The way in which atoms bond takes four main forms:

Ionic bonds form like NaCl, described above, when atoms give away or accept electrons. An atom that does not have the same number of electrons and protons (balanced, with no net charge) is called an ion. In the case of NaCl, the charges are Na⁺ and Cl⁻, as the chlorine has taken a negatively charged electron from sodium. Thus, they have opposite charges, and they attract each other, forming an ionic bond. Because of the ions they form from attract opposite ends of the polar water molecule, many ionic compounds dissolve in water, like salt does.

Covalent bonds are strong, based on the sharing of electrons.  For example, carbon can either give or accept four electrons, allowing it to share electrons in long carbon chains, the building blocks of life. Pure carbon that is extremely heated and compressed becomes diamond, where the carbon is covalently bonded in three dimensions, giving diamonds their extreme hardness.

Metallic bonds are similar to ionic bonds, except the electrons flow freely in a soup of metal atoms, such as copper, Cu.

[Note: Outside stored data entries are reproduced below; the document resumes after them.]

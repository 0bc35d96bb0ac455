package dev.stopline.deploy;

import static org.junit.jupiter.api.Assertions.assertEquals;
import static org.junit.jupiter.api.Assertions.assertFalse;
import static org.junit.jupiter.api.Assertions.assertTrue;

import com.fasterxml.jackson.databind.JsonNode;
import com.fasterxml.jackson.databind.ObjectMapper;
import com.fasterxml.jackson.databind.node.MissingNode;
import com.fasterxml.jackson.dataformat.yaml.YAMLFactory;
import dev.stopline.plan.Plan;
import dev.stopline.plan.PlanParser;
import java.io.IOException;
import java.nio.file.Files;
import java.nio.file.Path;
import java.time.Duration;
import java.util.ArrayList;
import java.util.HashMap;
import java.util.HashSet;
import java.util.List;
import java.util.Locale;
import java.util.Map;
import java.util.Set;
import java.util.TreeSet;
import java.util.regex.Matcher;
import java.util.regex.Pattern;
import java.util.stream.Stream;
import org.junit.jupiter.api.BeforeAll;
import org.junit.jupiter.api.Test;

/**
 * The deployment files of {@code deploy/} parse, and agree with the application: probes on the health
 * endpoints Quarkus serves, ports that match, secret keys and volumes that exist, plans that validate, and
 * every environment variable the manifests and the systemd environment file set is one the application
 * reads (MicroProfile Config maps {@code stopline.db.url} to {@code STOPLINE_DB_URL}).
 */
class DeployManifestsTest {
    private static final Path DEPLOY = Path.of("deploy");
    private static final ObjectMapper YAML = new ObjectMapper(new YAMLFactory());
    /** The variables the brief of issue 5 names for the Deployment. */
    private static final Set<String> REQUIRED_ENV = Set.of("KAFKA_BOOTSTRAP_SERVERS", "STOPLINE_DB_URL",
            "STOPLINE_DB_USER", "STOPLINE_DB_PASSWORD", "STOPLINE_API_TOKEN", "STOPLINE_WEBHOOKS_URLS",
            "STOPLINE_WEBHOOKS_SECRET");
    /** Read by the JVM itself, not by the application's configuration. */
    private static final Set<String> JVM_ENV = Set.of("JAVA_TOOL_OPTIONS");

    private static Map<String, JsonNode> byKind;

    @BeforeAll
    static void readKubernetesManifests() throws IOException {
        byKind = new HashMap<>();
        try (Stream<Path> files = Files.list(DEPLOY.resolve("kubernetes"))) {
            for (Path f : files.filter(p -> p.toString().endsWith(".yaml")).sorted().toList()) {
                for (JsonNode doc : YAML.readValues(YAML.createParser(f.toFile()), JsonNode.class).readAll()) {
                    String kind = doc.path("kind").asText();
                    assertFalse(kind.isEmpty(), f + ": every document has a kind");
                    assertFalse(doc.path("apiVersion").asText().isEmpty(), f + ": apiVersion");
                    if (!kind.equals("Kustomization")) {
                        assertFalse(doc.path("metadata").path("name").asText().isEmpty(), f + ": metadata.name");
                    }
                    assertEquals(null, byKind.put(kind, doc), "one " + kind + " in deploy/kubernetes");
                }
            }
        }
    }

    @Test
    void deployment_probesTheQuarkusHealthEndpointsOnTheContainerPort() {
        JsonNode c = container();
        assertEquals("http", c.path("ports").get(0).path("name").asText());
        assertEquals(8080, c.path("ports").get(0).path("containerPort").asInt());
        assertEquals("/q/health/ready", c.path("readinessProbe").path("httpGet").path("path").asText());
        assertEquals("/q/health/live", c.path("livenessProbe").path("httpGet").path("path").asText());
        assertEquals("/q/health/started", c.path("startupProbe").path("httpGet").path("path").asText());
        for (String probe : List.of("readinessProbe", "livenessProbe", "startupProbe")) {
            assertEquals("http", c.path(probe).path("httpGet").path("port").asText(), probe + " port");
        }
        List<String> args = strings(c.path("args"));
        assertEquals("serve", args.get(0), "the daemon subcommand");
        assertEquals("8080", args.get(args.indexOf("--port") + 1), "--port matches the container port");
    }

    @Test
    void deployment_setsTheNamedVariables_andEveryVariableIsOneTheApplicationReads() throws IOException {
        Set<String> env = new TreeSet<>();
        for (JsonNode e : container().path("env")) {
            env.add(e.path("name").asText());
        }
        assertTrue(env.containsAll(REQUIRED_ENV), () -> "missing: " + difference(REQUIRED_ENV, env));
        Set<String> known = environmentNamesOfConfigKeys();
        for (String name : env) {
            assertTrue(known.contains(name) || JVM_ENV.contains(name),
                    () -> name + " is not the environment form of any config key the application reads");
        }
    }

    @Test
    void deployment_secretReferencesNameKeysOfTheSecret() {
        JsonNode secret = byKind.get("Secret");
        int refs = 0;
        for (JsonNode e : container().path("env")) {
            JsonNode ref = e.path("valueFrom").path("secretKeyRef");
            if (!ref.isMissingNode()) {
                refs++;
                assertEquals(secret.path("metadata").path("name").asText(), ref.path("name").asText(), e.toString());
                assertTrue(secret.path("stringData").has(ref.path("key").asText()), () -> "no key in the Secret: " + e);
            }
        }
        assertEquals(3, refs, "API token, webhook secret and database password come from the Secret");
        assertFalse(container().path("env").toString().contains("whsec_"), "no secret value inline");
    }

    @Test
    void deployment_mountsThePlansConfigMapAtThePlansDir_andEveryPlanInItValidates() {
        JsonNode c = container();
        List<String> args = strings(c.path("args"));
        String plansDir = args.get(args.indexOf("--plans-dir") + 1);
        String volume = null;
        for (JsonNode m : c.path("volumeMounts")) {
            if (m.path("mountPath").asText().equals(plansDir)) {
                volume = m.path("name").asText();
            }
        }
        assertTrue(volume != null, "a volume is mounted at --plans-dir " + plansDir);
        JsonNode cm = byKind.get("ConfigMap");
        JsonNode source = MissingNode.getInstance();
        for (JsonNode v : byKind.get("Deployment").path("spec").path("template").path("spec").path("volumes")) {
            if (v.path("name").asText().equals(volume)) {
                source = v.path("configMap");
            }
        }
        assertEquals(cm.path("metadata").path("name").asText(), source.path("name").asText());
        assertTrue(cm.path("data").size() >= 1);
        cm.path("data").fields().forEachRemaining(e -> {
            assertTrue(e.getKey().endsWith(".yaml"), e.getKey());
            Plan plan = PlanParser.parseYaml(e.getValue().asText()); // throws, listing every problem, if invalid
            assertEquals(e.getKey(), plan.experiment() + ".yaml", "file named after its experiment");
        });
    }

    @Test
    void service_targetsTheContainerPort_andSelectsThePods() {
        JsonNode svc = byKind.get("Service");
        assertEquals("http", svc.path("spec").path("ports").get(0).path("targetPort").asText());
        JsonNode podLabels = byKind.get("Deployment").path("spec").path("template").path("metadata").path("labels");
        svc.path("spec").path("selector").fields().forEachRemaining(e ->
                assertEquals(e.getValue().asText(), podLabels.path(e.getKey()).asText(), "selector " + e.getKey()));
        JsonNode matchLabels = byKind.get("Deployment").path("spec").path("selector").path("matchLabels");
        matchLabels.fields().forEachRemaining(e ->
                assertEquals(e.getValue().asText(), podLabels.path(e.getKey()).asText(), "matchLabels " + e.getKey()));
    }

    @Test
    void kustomization_listsEveryManifest() throws IOException {
        List<String> listed = strings(byKind.get("Kustomization").path("resources"));
        try (Stream<Path> files = Files.list(DEPLOY.resolve("kubernetes"))) {
            List<String> present = files.map(p -> p.getFileName().toString())
                    .filter(n -> n.endsWith(".yaml") && !n.equals("kustomization.yaml")).sorted().toList();
            assertEquals(present, listed.stream().sorted().toList());
        }
    }

    @Test
    void prometheusRules_eachHaveAnExpressionSeverityAndSummary_andNameStoplineMetrics() throws IOException {
        JsonNode rules = YAML.readTree(DEPLOY.resolve("prometheus/stopline-rules.yaml").toFile());
        Set<String> alerts = new HashSet<>();
        for (JsonNode group : rules.path("groups")) {
            assertFalse(group.path("name").asText().isEmpty());
            for (JsonNode r : group.path("rules")) {
                String name = r.path("alert").asText();
                assertTrue(alerts.add(name), "unique alert name " + name);
                assertFalse(r.path("expr").asText().isBlank(), name);
                assertTrue(Set.of("critical", "warning", "info").contains(r.path("labels").path("severity").asText()),
                        name + " severity");
                assertFalse(r.path("annotations").path("summary").asText().isBlank(), name + " summary");
                if (r.has("for")) {
                    // Prometheus durations such as 2m, 15m: check the same form java.time accepts
                    Duration.parse("PT" + r.path("for").asText().toUpperCase(Locale.ROOT));
                }
                assertEquals(count(r.path("expr").asText(), '('), count(r.path("expr").asText(), ')'), name + " parens");
            }
        }
        Set<String> metrics = PrometheusRules.metricNames(DEPLOY.resolve("prometheus/stopline-rules.yaml"));
        for (String m : List.of("up", "stopline_dead_letters_total", "stopline_alerts_total",
                "stopline_evaluation_seconds", "kafka_consumer_fetch_manager_records_lag_max")) {
            assertTrue(metrics.contains(m), () -> m + " not used; used: " + metrics);
        }
        for (String m : metrics) {
            assertTrue(m.equals("up") || m.startsWith("stopline_") || m.startsWith("kafka_consumer_"),
                    () -> "not a metric name (the extractor misread the expression?): " + m);
        }
    }

    @Test
    void systemdUnit_runsServeFromTheJarWithAnEnvironmentFileAndA10SecondStop() throws IOException {
        List<String> lines = Files.readAllLines(DEPLOY.resolve("systemd/stopline.service"));
        Map<String, String> service = section(lines, "Service");
        assertTrue(service.get("ExecStart").matches("/usr/bin/java .*-jar \\S+/quarkus-run\\.jar serve( .*)?"),
                service.get("ExecStart"));
        assertEquals("/etc/stopline/stopline.env", service.get("EnvironmentFile"));
        assertEquals("10", service.get("TimeoutStopSec"));
        assertEquals("SIGTERM", service.get("KillSignal"));
        assertEquals("multi-user.target", section(lines, "Install").get("WantedBy"));

        Set<String> known = environmentNamesOfConfigKeys();
        Pattern assignment = Pattern.compile("^#?([A-Z][A-Z0-9_]*)=");
        int names = 0;
        for (String line : Files.readAllLines(DEPLOY.resolve("systemd/stopline.env.example"))) {
            Matcher m = assignment.matcher(line);
            if (m.find()) {
                names++;
                assertTrue(known.contains(m.group(1)), () -> m.group(1) + " is not read by the application");
            }
        }
        assertTrue(names >= REQUIRED_ENV.size(), "the example names every variable: " + names);
    }

    // ------------------------------------------------------------------ helpers

    private static JsonNode container() {
        JsonNode containers = byKind.get("Deployment").path("spec").path("template").path("spec").path("containers");
        assertEquals(1, containers.size());
        return containers.get(0);
    }

    /**
     * The environment-variable form of every config key the application reads: the names of its
     * {@code @ConfigProperty} injections and the keys of {@code application.properties}, each with every
     * character other than a letter or digit replaced by '_' and upper-cased (MicroProfile Config 3.1,
     * "Default ConfigSources", environment variables mapping rules).
     */
    static Set<String> environmentNamesOfConfigKeys() throws IOException {
        Set<String> keys = new TreeSet<>();
        Pattern injected = Pattern.compile("@ConfigProperty\\(name\\s*=\\s*\"([^\"]+)\"");
        try (Stream<Path> sources = Files.walk(Path.of("src/main/java"))) {
            for (Path f : sources.filter(p -> p.toString().endsWith(".java")).toList()) {
                Matcher m = injected.matcher(Files.readString(f));
                while (m.find()) {
                    keys.add(m.group(1));
                }
            }
        }
        for (String line : Files.readAllLines(Path.of("src/main/resources/application.properties"))) {
            int eq = line.indexOf('=');
            if (!line.startsWith("#") && eq > 0 && !line.startsWith("%")) {
                keys.add(line.substring(0, eq).strip());
            }
        }
        keys.add("kafka.bootstrap.servers"); // read by the Kafka connector (and by serve) without a line of ours
        Set<String> env = new TreeSet<>();
        for (String k : keys) {
            env.add(k.replaceAll("[^A-Za-z0-9]", "_").toUpperCase(Locale.ROOT));
        }
        return env;
    }

    private static Map<String, String> section(List<String> lines, String name) {
        Map<String, String> out = new HashMap<>();
        boolean in = false;
        for (String l : lines) {
            String t = l.strip();
            if (t.startsWith("[")) {
                in = t.equals("[" + name + "]");
            } else if (in && !t.startsWith("#") && t.contains("=")) {
                out.put(t.substring(0, t.indexOf('=')), t.substring(t.indexOf('=') + 1));
            }
        }
        return out;
    }

    private static List<String> strings(JsonNode array) {
        List<String> out = new ArrayList<>();
        array.forEach(n -> out.add(n.asText()));
        return out;
    }

    private static Set<String> difference(Set<String> a, Set<String> b) {
        Set<String> d = new TreeSet<>(a);
        d.removeAll(b);
        return d;
    }

    private static long count(String s, char c) {
        return s.chars().filter(x -> x == c).count();
    }
}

No one electron is attached to any particular metal atom. Thus, if we push electrons in one place, they flow out somewhere else. This flow of electrons is electricity.

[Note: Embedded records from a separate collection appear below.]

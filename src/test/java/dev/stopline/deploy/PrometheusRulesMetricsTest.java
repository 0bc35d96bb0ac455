package dev.stopline.deploy;

import static io.restassured.RestAssured.given;
import static org.awaitility.Awaitility.await;
import static org.junit.jupiter.api.Assertions.assertEquals;
import static org.junit.jupiter.api.Assertions.assertTrue;

import dev.stopline.service.ingest.CountsIngest;
import dev.stopline.testing.Counts;
import dev.stopline.testing.KafkaTestResource;
import io.quarkus.test.common.QuarkusTestResource;
import io.quarkus.test.junit.QuarkusTest;
import jakarta.inject.Inject;
import java.nio.charset.StandardCharsets;
import java.nio.file.Path;
import java.time.Duration;
import java.util.Set;
import java.util.TreeSet;
import org.apache.kafka.clients.consumer.ConsumerRecord;
import org.junit.jupiter.api.Test;

/**
 * Every metric the Prometheus rules of {@code deploy/prometheus} watch is one a running daemon exports
 * (a renamed metric would otherwise silence an alert without anyone noticing), and the health endpoints
 * the Kubernetes probes call answer.
 */
@QuarkusTest
@QuarkusTestResource(KafkaTestResource.class)
class PrometheusRulesMetricsTest {
    /** Made by Prometheus itself for every scrape target, not exported by the application. */
    private static final Set<String> SYNTHETIC = Set.of("up");

    @Inject
    CountsIngest ingest;

    @Test
    void everyMetricNamedInTheAlertRules_isExportedAtQMetrics() throws Exception {
        String id = "metrics-rules";
        given().auth().oauth2(KafkaTestResource.API_TOKEN).contentType("application/yaml")
                .body(Counts.plan(id).getBytes(StandardCharsets.UTF_8)).post("/api/plans").then().statusCode(201);
        // one evaluation with a sample-ratio alert (1,100 vs 900 units: p = 7.7e-6 < 0.001, see
        // SampleRatioCheckTest), and one malformed record for a dead letter: the counters exist once incremented
        ingest.accept(new ConsumerRecord<>("stopline.counts", 0, 0L, id,
                Counts.proportion(id, 1, "orders", 1100, 110, 900, 90).getBytes(StandardCharsets.UTF_8)));
        ingest.accept(new ConsumerRecord<>("stopline.counts", 0, 1L, id, "{not json".getBytes(StandardCharsets.UTF_8)));

        Set<String> wanted = new TreeSet<>(PrometheusRules.metricNames(Path.of("deploy/prometheus/stopline-rules.yaml")));
        wanted.removeAll(SYNTHETIC);
        assertTrue(wanted.size() >= 4, "rules name the Stopline metrics: " + wanted);
        Set<String> missing = new TreeSet<>();
        // the consumer's own metrics appear once it has joined its group and fetched
        await().atMost(Duration.ofSeconds(60)).pollInterval(Duration.ofSeconds(1)).untilAsserted(() -> {
            String scrape = given().get("/q/metrics").then().statusCode(200).extract().asString();
            missing.clear();
            for (String m : wanted) {
                if (!scrape.contains("\n" + m + "{") && !scrape.contains("\n" + m + " ")) {
                    missing.add(m);
                }
            }
            assertEquals(Set.of(), missing, "named in deploy/prometheus/stopline-rules.yaml but not exported");
        });
    }

    @Test
    void theProbedHealthEndpoints_answer200() {
        for (String path : new String[] {"/q/health/started", "/q/health/ready", "/q/health/live"}) {
            given().get(path).then().statusCode(200);
        }
    }
}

Weak intermolecular bonds form between molecules that may be bonded in other ways. Diamonds and graphite are both pure carbon, but diamonds are bonded covalently in three dimensions, while graphite is bonded covalently in sheets. Between the sheets, graphite is bonded with weak intermolecular bonds. Graphite is what your pencil lead is made of—there is no lead metal, Pb, in it. When you write, you are dragging sheets of graphite onto your paper.

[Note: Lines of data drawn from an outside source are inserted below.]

package dev.stopline.wire;

import static org.junit.jupiter.api.Assertions.assertEquals;
import static org.junit.jupiter.api.Assertions.assertThrows;

import java.time.Instant;
import java.time.OffsetDateTime;
import java.time.format.DateTimeParseException;
import java.util.SplittableRandom;
import org.junit.jupiter.params.ParameterizedTest;
import org.junit.jupiter.params.provider.ValueSource;
import org.junit.jupiter.api.Test;

/**
 * The fast path of {@link SnapshotParser#dateTime} against the reference it replaces,
 * {@code OffsetDateTime.parse(s).toInstant()} (JDK): same value for every accepted string, the same
 * refusal for every other.
 */
class SnapshotDateTimeTest {

    @Test
    void dateTime_seededRandomUtcTimes_equalOffsetDateTimeParse() {
        SplittableRandom random = new SplittableRandom(20270304L);
        for (int i = 0; i < 20_000; i++) {
            // every second from year 0000 to 9999, as the 20-character UTC form
            long epochSecond = random.nextLong(-62_167_219_200L, 253_402_300_800L);
            String s = Instant.ofEpochSecond(epochSecond).toString();
            if (s.length() == 20) {
                assertEquals(OffsetDateTime.parse(s).toInstant(), SnapshotParser.dateTime(s), s);
            }
        }
    }

    @ParameterizedTest
    @ValueSource(strings = {"2027-03-04T10:00:00Z", "2028-02-29T23:59:59Z", "0000-01-01T00:00:00Z",
            "2027-03-04T10:00:00.5Z", "2027-03-04T10:00:00+02:00", "2027-03-04T10:00Z", "+12027-03-04T10:00:00Z",
            "2027-03-04t10:00:00z"}) // the reference parses case-insensitively
    void dateTime_acceptedForms_equalOffsetDateTimeParse(String s) {
        assertEquals(OffsetDateTime.parse(s).toInstant(), SnapshotParser.dateTime(s), s);
    }

    @ParameterizedTest
    @ValueSource(strings = {"2027-02-29T10:00:00Z", "2027-13-04T10:00:00Z", "2027-03-32T10:00:00Z",
            "2027-03-04T24:00:00Z", "2027-03-04T10:60:00Z", "2027-03-04T10:00:60Z", "2027-03-04 10:00:00Z", "2027-03-0x T10:00:0Z", "2027-03-04T10:00:00", "2027-0\u0663-04T10:00:00Z",
            "-027-03-04T10:00:00Z"})
    void dateTime_refusedForms_areRefusedAsByOffsetDateTimeParse(String s) {
        assertThrows(DateTimeParseException.class, () -> OffsetDateTime.parse(s), "reference refuses " + s);
        assertThrows(DateTimeParseException.class, () -> SnapshotParser.dateTime(s), s);
    }
}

Minerals  Minerals are specific types of chemical compounds. Their properties include the following:

solid: liquids don’t count as minerals.

naturally occuring: man-made solids, like cubic zirconia, aren’t minerals, though if they duplicate naturally occurring minerals, such as diamond, we often count them anyway.

having a specific composition: All minerals are formed from bonded elements in specific proportions and manner. The mineral galena is formed from aroms of lead and sulfur, bonded one-to-one as PbS. Quartz is formed from silicon (Si) and oxygen (O), with twice as many oxygen atoms as silicon, SiO₂

having a definite crystal structure: Just as it’s possible to connect Legos in multiple structures, atoms bond in a variety of forms, such as carbon forming both diamond and graphite, as discussed above. Temperature, pressure, and the presence of other elements can all affect which structure forms. And some solids, such as glass, don’t have a crystal structure at an atomic level. Glass is made from melted quartz, but it is cooled so quickly that crystals don’t have a chance to grow.  This accounts for quartz scratching glass despite being made of the same elements.

inorganic: Wood is a solid but not a mineral. Organic means something is, or once was, alive, or is derived from something that was alive. Gasoline is formed of organic molecules whose original source was microscopic living marine organisms. Only inorganic compounds can be minerals.